## PROBLEM DESCRIPTION
List, from the lines below, each one with "common" in it.

## TASK MATERIAL
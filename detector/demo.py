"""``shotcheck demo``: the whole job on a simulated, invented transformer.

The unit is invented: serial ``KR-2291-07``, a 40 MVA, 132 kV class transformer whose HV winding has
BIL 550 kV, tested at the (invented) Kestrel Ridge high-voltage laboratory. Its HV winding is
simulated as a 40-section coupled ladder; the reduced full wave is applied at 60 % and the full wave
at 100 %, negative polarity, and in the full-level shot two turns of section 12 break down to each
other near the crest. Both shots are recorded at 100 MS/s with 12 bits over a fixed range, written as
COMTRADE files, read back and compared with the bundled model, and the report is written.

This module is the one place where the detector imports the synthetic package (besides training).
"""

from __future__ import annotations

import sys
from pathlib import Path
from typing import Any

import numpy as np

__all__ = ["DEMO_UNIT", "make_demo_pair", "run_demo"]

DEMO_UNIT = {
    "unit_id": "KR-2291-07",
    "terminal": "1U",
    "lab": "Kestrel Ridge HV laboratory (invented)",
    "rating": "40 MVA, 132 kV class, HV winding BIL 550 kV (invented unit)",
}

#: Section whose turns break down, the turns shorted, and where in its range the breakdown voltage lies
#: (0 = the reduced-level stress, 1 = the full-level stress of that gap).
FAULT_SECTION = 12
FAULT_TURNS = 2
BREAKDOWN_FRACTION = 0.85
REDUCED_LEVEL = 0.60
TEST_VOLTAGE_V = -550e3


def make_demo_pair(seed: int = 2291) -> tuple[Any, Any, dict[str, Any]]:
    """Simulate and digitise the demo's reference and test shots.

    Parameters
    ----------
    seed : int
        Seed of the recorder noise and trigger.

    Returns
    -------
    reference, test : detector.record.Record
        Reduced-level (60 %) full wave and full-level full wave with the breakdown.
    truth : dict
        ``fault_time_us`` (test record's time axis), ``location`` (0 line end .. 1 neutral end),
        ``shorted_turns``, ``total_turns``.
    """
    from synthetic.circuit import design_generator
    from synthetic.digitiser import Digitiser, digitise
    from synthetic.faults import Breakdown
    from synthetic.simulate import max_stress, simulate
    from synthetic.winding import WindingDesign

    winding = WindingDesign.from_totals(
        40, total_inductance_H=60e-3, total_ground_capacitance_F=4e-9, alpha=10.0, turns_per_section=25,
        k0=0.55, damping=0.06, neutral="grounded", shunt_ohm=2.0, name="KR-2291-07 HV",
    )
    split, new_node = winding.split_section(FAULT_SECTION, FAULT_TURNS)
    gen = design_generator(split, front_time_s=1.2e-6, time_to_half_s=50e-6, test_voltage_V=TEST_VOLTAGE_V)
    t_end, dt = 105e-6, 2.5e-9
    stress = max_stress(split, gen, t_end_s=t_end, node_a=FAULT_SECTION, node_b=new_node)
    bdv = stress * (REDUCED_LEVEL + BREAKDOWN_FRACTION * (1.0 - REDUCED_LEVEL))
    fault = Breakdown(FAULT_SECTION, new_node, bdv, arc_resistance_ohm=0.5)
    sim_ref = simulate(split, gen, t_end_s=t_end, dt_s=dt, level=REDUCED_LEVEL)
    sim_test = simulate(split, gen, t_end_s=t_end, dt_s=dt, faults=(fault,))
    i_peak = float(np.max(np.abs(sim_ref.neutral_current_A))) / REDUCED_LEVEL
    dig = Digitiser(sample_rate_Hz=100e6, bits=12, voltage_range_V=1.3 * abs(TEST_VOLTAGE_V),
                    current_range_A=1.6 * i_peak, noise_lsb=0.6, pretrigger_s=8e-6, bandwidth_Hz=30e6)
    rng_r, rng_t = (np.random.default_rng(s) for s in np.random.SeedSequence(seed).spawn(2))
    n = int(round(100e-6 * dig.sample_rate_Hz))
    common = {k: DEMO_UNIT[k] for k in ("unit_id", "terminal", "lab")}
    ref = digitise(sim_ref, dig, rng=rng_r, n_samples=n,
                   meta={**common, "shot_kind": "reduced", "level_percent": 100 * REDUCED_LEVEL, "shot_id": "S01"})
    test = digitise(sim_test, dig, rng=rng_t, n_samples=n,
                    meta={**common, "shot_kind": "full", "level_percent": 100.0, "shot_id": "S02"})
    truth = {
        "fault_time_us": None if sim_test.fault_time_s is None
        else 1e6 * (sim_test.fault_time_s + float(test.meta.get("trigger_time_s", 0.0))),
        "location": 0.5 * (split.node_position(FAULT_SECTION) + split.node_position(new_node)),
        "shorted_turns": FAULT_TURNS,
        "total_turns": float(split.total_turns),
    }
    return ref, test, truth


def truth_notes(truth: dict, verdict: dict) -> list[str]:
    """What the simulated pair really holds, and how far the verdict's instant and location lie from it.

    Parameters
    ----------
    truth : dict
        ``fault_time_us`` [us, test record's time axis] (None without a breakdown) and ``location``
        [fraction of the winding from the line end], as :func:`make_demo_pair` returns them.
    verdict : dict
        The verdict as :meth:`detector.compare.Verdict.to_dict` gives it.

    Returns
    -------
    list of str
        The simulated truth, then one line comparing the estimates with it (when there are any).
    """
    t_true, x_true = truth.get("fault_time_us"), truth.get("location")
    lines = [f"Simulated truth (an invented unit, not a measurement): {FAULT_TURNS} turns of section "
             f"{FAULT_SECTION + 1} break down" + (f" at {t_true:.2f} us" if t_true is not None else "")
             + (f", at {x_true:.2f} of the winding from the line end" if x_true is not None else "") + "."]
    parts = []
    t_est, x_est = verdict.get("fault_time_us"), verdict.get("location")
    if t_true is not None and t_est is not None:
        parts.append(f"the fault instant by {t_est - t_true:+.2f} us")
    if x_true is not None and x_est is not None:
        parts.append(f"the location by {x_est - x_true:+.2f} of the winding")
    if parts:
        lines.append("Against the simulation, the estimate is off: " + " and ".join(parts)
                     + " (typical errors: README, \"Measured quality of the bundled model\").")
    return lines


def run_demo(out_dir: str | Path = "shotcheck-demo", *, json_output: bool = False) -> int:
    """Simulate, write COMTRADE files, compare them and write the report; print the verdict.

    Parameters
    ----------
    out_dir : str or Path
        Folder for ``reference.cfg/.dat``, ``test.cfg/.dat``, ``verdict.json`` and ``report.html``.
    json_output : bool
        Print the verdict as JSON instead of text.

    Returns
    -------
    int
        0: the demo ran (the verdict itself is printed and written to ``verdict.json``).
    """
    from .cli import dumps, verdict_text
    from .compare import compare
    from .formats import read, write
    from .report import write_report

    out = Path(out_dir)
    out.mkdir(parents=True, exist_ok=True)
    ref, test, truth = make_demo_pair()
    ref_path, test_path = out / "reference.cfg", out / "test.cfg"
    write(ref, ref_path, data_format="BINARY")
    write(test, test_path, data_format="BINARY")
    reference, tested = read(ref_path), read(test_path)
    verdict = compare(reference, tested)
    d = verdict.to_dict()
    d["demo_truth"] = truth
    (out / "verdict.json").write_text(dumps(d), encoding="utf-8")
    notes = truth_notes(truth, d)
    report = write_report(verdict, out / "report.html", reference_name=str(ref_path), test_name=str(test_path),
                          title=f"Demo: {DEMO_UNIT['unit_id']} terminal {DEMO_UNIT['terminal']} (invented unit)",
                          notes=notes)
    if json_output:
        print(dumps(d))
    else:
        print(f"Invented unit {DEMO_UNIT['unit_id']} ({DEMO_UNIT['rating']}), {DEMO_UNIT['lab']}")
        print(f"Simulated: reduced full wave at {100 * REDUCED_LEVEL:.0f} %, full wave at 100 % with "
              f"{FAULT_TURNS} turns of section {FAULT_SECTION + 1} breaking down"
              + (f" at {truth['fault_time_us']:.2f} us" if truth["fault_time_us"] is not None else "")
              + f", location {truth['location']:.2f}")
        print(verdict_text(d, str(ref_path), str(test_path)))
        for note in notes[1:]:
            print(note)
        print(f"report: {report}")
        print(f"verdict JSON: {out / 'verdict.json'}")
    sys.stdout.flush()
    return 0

## RESPONSE FOR THIS EXERCISE
    common = {k: DEMO_UNIT[k] for k in ("unit_id", "terminal", "lab")}
                   meta={**common, "shot_kind": "reduced", "level_percent": 100 * REDUCED_LEVEL, "shot_id": "S01"})
                    meta={**common, "shot_kind": "full", "level_percent": 100.0, "shot_id": "S02"})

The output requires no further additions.